Given data Block Start

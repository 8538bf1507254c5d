"""Saved results and scans rebuild the pipeline that made them; re-running it reproduces the energy."""

from __future__ import annotations

import json

import cirq
import pytest
import sympy

import groundkit as gk
from tests import outside_references as outside

pytestmark = pytest.mark.filterwarnings("ignore::groundkit.DegenerateBoundaryWarning")  # LiH (2e, 3o)


def h2(r: float = 0.7414) -> gk.MoleculeSpec:
    return gk.MoleculeSpec(symbols=("H", "H"), coordinates=((0, 0, 0), (0, 0, r)), name="hydrogen")


def lih() -> gk.MoleculeSpec:
    return gk.MoleculeSpec(symbols=("Li", "H"), coordinates=((0, 0, 0), (0, 0, 1.5949)))  # NIST CCCBDB r_e


def _circuit_state() -> gk.CircuitTrialState:
    t = sympy.Symbol("t")
    q = cirq.LineQubit.range(4)
    circuit = cirq.Circuit([cirq.X(q[0]), cirq.X(q[1]), cirq.ry(t).on(q[2]), cirq.CNOT(q[2], q[3]),
                            cirq.CNOT(q[0], q[2]), cirq.CNOT(q[1], q[3])])
    return gk.CircuitTrialState(circuit, initial=[0.1])


PIPELINES = {
    "tapered parity, UCCSD, BFGS": lambda: gk.Pipeline(lih()).active_space(electrons=2, orbitals=3).mapping(
        "parity", taper=True),
    "MP2 start, spin-adapted, L-BFGS-B": lambda: gk.Pipeline(lih()).active_space(electrons=2, orbitals=3)
    .trial_state(gk.UCCSD(spin_adapted=True, init="mp2")).minimiser(gk.LBFGSB(bounds=(-3.0, 3.0))),
    "hardware-efficient, COBYLA": lambda: gk.Pipeline(h2()).trial_state(gk.HardwareEfficient(layers=1, seed=3))
    .minimiser(gk.COBYLA(max_iterations=200)),
    "a Cirq circuit": lambda: gk.Pipeline(h2()).trial_state(_circuit_state()),
    "adaptive with a qubit pool": lambda: gk.Pipeline(lih()).active_space(electrons=2, orbitals=3).trial_state(
        gk.Adaptive(pool="qubit", minimiser="bfgs")),
    "seeded sampling and SPSA": lambda: gk.Pipeline(h2()).estimator(gk.SampledEstimator(shots=2000, seed=5))
    .minimiser(gk.SPSA(seed=3, max_iterations=20)),
}


@pytest.mark.parametrize("name", list(PIPELINES))
def test_a_saved_result_rebuilds_its_pipeline_and_reruns_to_the_same_energy(name, tmp_path):
    pipeline = PIPELINES[name]()
    result = pipeline.run()
    path = tmp_path / "result.json"
    result.save(path)
    rebuilt = gk.load_result(path).pipeline()
    assert rebuilt.resolved_components() == pipeline.resolved_components()
    assert rebuilt.components["molecule"].name == pipeline.components["molecule"].name
    again = rebuilt.run()
    assert abs(again.energy - result.energy) < 1e-10  # internal consistency: the same run, rebuilt from the file
    assert again.parameters.tolist() == pytest.approx(result.parameters.tolist(), abs=1e-10)


def test_the_rebuilt_run_is_still_right():
    """The rebuilt pipeline reaches PySCF's exact energy, so the record did not quietly change the problem."""
    result = PIPELINES["tapered parity, UCCSD, BFGS"]().run()
    again = result.pipeline().run()
    exact = outside.pyscf_exact(outside.diatomic("Li", "H", 1.5949), active=(2, 3)).exact
    assert again.converged and again.energy == pytest.approx(exact, abs=1e-8)  # PySCF CASCI (reference library)


def test_the_provenance_holds_records_beside_the_readable_strings():
    result = gk.Pipeline(h2(0.8)).mapping("bk").run()
    provenance = result.provenance
    assert provenance["configuration"]["mapping"] == "QubitMapping('bravyi-kitaev')"  # readable, unchanged
    assert provenance["components"]["mapping"] == {"role": "mapping", "name": "bravyi-kitaev",
                                                   "options": {"taper": False}}
    assert provenance["molecule"]["coordinates"] == [[0, 0, 0], [0, 0, 0.8]]  # full precision, not XYZ text
    assert set(provenance["components"]) == {"active_space", "mapping", "trial_state", "estimator", "minimiser"}
    json.dumps(provenance, allow_nan=False)


def test_a_file_written_before_component_records_loads_but_cannot_rebuild(tmp_path):
    result = gk.Pipeline(h2()).run()
    path = tmp_path / "old.json"
    result.save(path)
    data = json.loads(path.read_text())
    for key in ("components", "molecule"):
        del data["provenance"][key]  # what the release before records wrote
    path.write_text(json.dumps(data))
    loaded = gk.load_result(path)
    assert loaded.energy == result.energy
    with pytest.raises(gk.ResultFileError, match="predates component records"):
        loaded.pipeline()


def test_a_tampered_record_is_refused_with_the_file_error(tmp_path):
    path = tmp_path / "bad.json"
    gk.Pipeline(h2()).run().save(path)
    data = json.loads(path.read_text())
    data["provenance"]["components"]["minimiser"]["options"]["tolerance"] = -1
    path.write_text(json.dumps(data))
    with pytest.raises(gk.ResultFileError, match=r"recorded minimiser cannot be rebuilt: BFGS\(tolerance=-1\)"):
        gk.load_result(path).pipeline()


@pytest.mark.parametrize("warm_start", [True, False])
def test_a_saved_scan_rebuilds_its_pipeline_and_reruns_to_the_same_energies(tmp_path, warm_start):
    pipeline = gk.Pipeline().mapping("parity").minimiser(gk.BFGS(tolerance=1e-7))
    scan = pipeline.scan(h2, [0.6, 0.75, 0.9, 1.2], warm_start=warm_start, checkpoint=str(tmp_path / "ckpt"))
    scan.save(tmp_path / "scan.json")
    loaded = gk.load_scan(tmp_path / "scan.json")
    assert loaded.pipeline().resolved_components() == pipeline.resolved_components()
    assert loaded.pipeline().components["molecule"] is None
    geometry = loaded.geometry()
    assert [geometry(v) for v in loaded.values] == [h2(v) for v in (0.6, 0.75, 0.9, 1.2)]
    again = loaded.rerun()
    assert again.warm_start == scan.warm_start
    for old, new in zip(scan.points, again.points):
        assert abs(old.result.energy - new.result.energy) < 1e-10 and old.start == new.start
    resumed = loaded.rerun(checkpoint=str(tmp_path / "ckpt"))  # the records give the same checkpoint fingerprint
    assert [p.result.energy for p in resumed.points] == [p.result.energy for p in scan.points]


def test_a_scan_geometry_refuses_a_value_it_does_not_hold(tmp_path):
    scan = gk.Pipeline().scan(h2, [0.7, 0.8])
    with pytest.raises(gk.ScanInputError, match="no molecule for value 0.75; its values: 0.7, 0.8"):
        scan.geometry()(0.75)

Given data Block End

__Exercise brief__:
From the first line of the data through the line with "NIST CCCBDB r_e", quote each line exactly and add nothing else.

__Task solution__:
repository 8538bf1507254c5d
"""Saved results and scans rebuild the pipeline that made them; re-running it reproduces the energy."""

from __future__ import annotations

import json

import cirq
import pytest
import sympy

import groundkit as gk
from tests import outside_references as outside

pytestmark = pytest.mark.filterwarnings("ignore::groundkit.DegenerateBoundaryWarning")  # LiH (2e, 3o)


def h2(r: float = 0.7414) -> gk.MoleculeSpec:
    return gk.MoleculeSpec(symbols=("H", "H"), coordinates=((0, 0, 0), (0, 0, r)), name="hydrogen")


def lih() -> gk.MoleculeSpec:
    return gk.MoleculeSpec(symbols=("Li", "H"), coordinates=((0, 0, 0), (0, 0, 1.5949)))  # NIST CCCBDB r_e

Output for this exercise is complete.